Spirits vs waterborne… when finishing my new cabin I decided to try a transparent exterior stain (yes, on the interior walls) from Cabot. This was an oil based product, and except for the time it took for the odor to dissapate, it worked great. When I finished the last room last year, the oil based product had been discontinued in favor or the new waterborne product… not nearly as nice to work with, not quite the same color (fortunately it's a different room so you can't really tell), and the odor took even longer to go away.


----------



## b2rtch

The last time I used some , it never set/harden. 
Even several days later it was still sticky.
I removed it and I used brush on lacquer


----------



## jeffswildwood

I have a love/hate relationship with minwax products. I will be using one can of polyurethane and it will work perfect for me. Go on smooth, lay flat, nice shine and appearance. Then I will get another can when I run out and it will be a fight the whole way. Go on uneven, Try to run, (even on a flat surface), have trouble drying and have to be re-sanded and start over. Even seems thicker then the prior can. Maybe a quality control issue. I have three cans left (gloss, semi-gloss and satin) and when gone I'm going to try other products. I do have good luck with their stains. That is when sanded to 220. When I move up to 320 I have to be ready for multiple coats. I tried polyshades one time (one) never again. Poly and stain together just didn't work for me.


----------



## CharlieM1958

Minwax may or may not be inferior to some other brands, but I seriously doubt that is what's responsible for the original poster's complaints.

I totally agree with Lee… Water-based poly behaves quite differently from oil-based. There is a definite learning curve. FWIW, I've had very good results applying Minwax polycrylic with a foam brush.


----------



## Jofa

Great responses everyone.

I have no doubt that Lee's assessment is spot on. I'm not accustomed to water borne stuff and I'd bet the issue is, for the most part, me and my technique.

As an update…

I have a few coats on the project and knocked it back with some 180, simply to get things even. I then laid another coat and it's better. Not great but better.

Charlie, a foam brush may be the way to go moving forward.


----------



## b2rtch

I was told to never use foam brushed as they live tons of air bubbles.
I understand that a plastic "spreader" as for Bondo (almost like wide putty knife) or similar work well. I never tried it.


----------



## JonHitThingWithRock

The first few times i tried waterbourne I either brushed or foam brushed minwax polycrylic, which didn't work very well, especially on inside corners where it built up and looked crappy. Once I started spraying, it all made sense, waterbourne works thousands of times better sprayed (IMO). The minwax polycrylic I used is, admittedly, 5 or 6 years old and has been frozen and thawed many times and still basically works fine, albeit with some minor adhesion issues. As far as brands go, I've been trying out Ace hardware brand polyurethane and water-based stuff and am far happier with them than I am with Minwax's stuff, especially their polyurethane which is FAR less plasticky than minwax, and evens itself out much nicer, even when I'm in a hurry and don't pay much attention to what I'm doing.
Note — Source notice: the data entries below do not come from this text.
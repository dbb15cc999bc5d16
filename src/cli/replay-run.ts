/** `lagparity replay`, run (options and help: `replay-command.ts`). */
import { readTextFile } from '../io/read-json.js';
import { parseSessionLog } from '../session/session-log-file.js';
import { replaySession } from '../session/replay-session.js';
import { loadModel } from './inputs.js';
import { EXIT_BAD_INPUT, EXIT_FAILED_CHECK, EXIT_OK, reportIssues, writeOut } from './output.js';

export const SESSION_REPLAY_FORMAT = 'lagparity/session-replay@1';

/** A session log larger than this (256 MiB) is refused before it is parsed. */
export const MAX_SESSION_LOG_BYTES = 256 * 1024 * 1024;

export interface ReplayOptions {
  model: string;
  json?: boolean;
}

export async function runReplay(path: string, options: ReplayOptions): Promise<number> {
  const [model, read] = await Promise.all([loadModel(options.model), readTextFile(path, MAX_SESSION_LOG_BYTES, 'a session log')]);
  const events = read.ok ? parseSessionLog(read.value, read.file) : read;
  if (!model.ok || !events.ok) {
    reportIssues([...(model.ok ? [] : model.issues), ...(events.ok ? [] : events.issues)]);
    return EXIT_BAD_INPUT;
  }
  const replay = replaySession(events.value, model.value);
  if (!replay.ok) {
    reportIssues(replay.issues);
    return EXIT_BAD_INPUT;
  }
  const report = replay.value;
  if (options.json) writeOut(JSON.stringify({ format: SESSION_REPLAY_FORMAT, ...report }, null, 2));
  else if (report.difference === null) {
    writeOut(`${report.match_id}: reproduced: ${report.safe_points} safe points, ${report.events} events, every scale bit for bit`);
  } else {
    const { event, at, field, logged, replayed } = report.difference;
    writeOut(
      `${report.match_id}: differs at event ${event + 1} (safe point at ${at}), ${field}: the log says ${JSON.stringify(logged) ?? 'nothing'}, the replay gives ${JSON.stringify(replayed) ?? 'nothing'}\n` +
        'The model, the rules or the code is not what ran the match (or the log was edited).',
    );
  }
  return report.status === 'reproduced' ? EXIT_OK : EXIT_FAILED_CHECK;
}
I'm basically using up what remains of my oil-based stock and moving to water-based completely, it may seem like more work to spray because you have to set your compressor to a specific pressure, strain your finish, adjust the gun, spray the finish, pour the remainder back into the can, clean out the gun, let it dry, put it back together, yada yada, but I've timed myself, and it takes me less time to spray a coat of waterbourne and clean the gun than it does to wipe on a coat of polyurethane, plus I can do the second and third coat the same day and be completely done, where poly takes me a week because I have to wait so long for each coat to dry, and I do five coats because they're thinned. I think if you take the plunge, buy a gun and try spraying, and you like the look of laquer you'll probably like waterbourne, but try general finishes and the ace hardware brand, IMO they're both a lot better than minwax.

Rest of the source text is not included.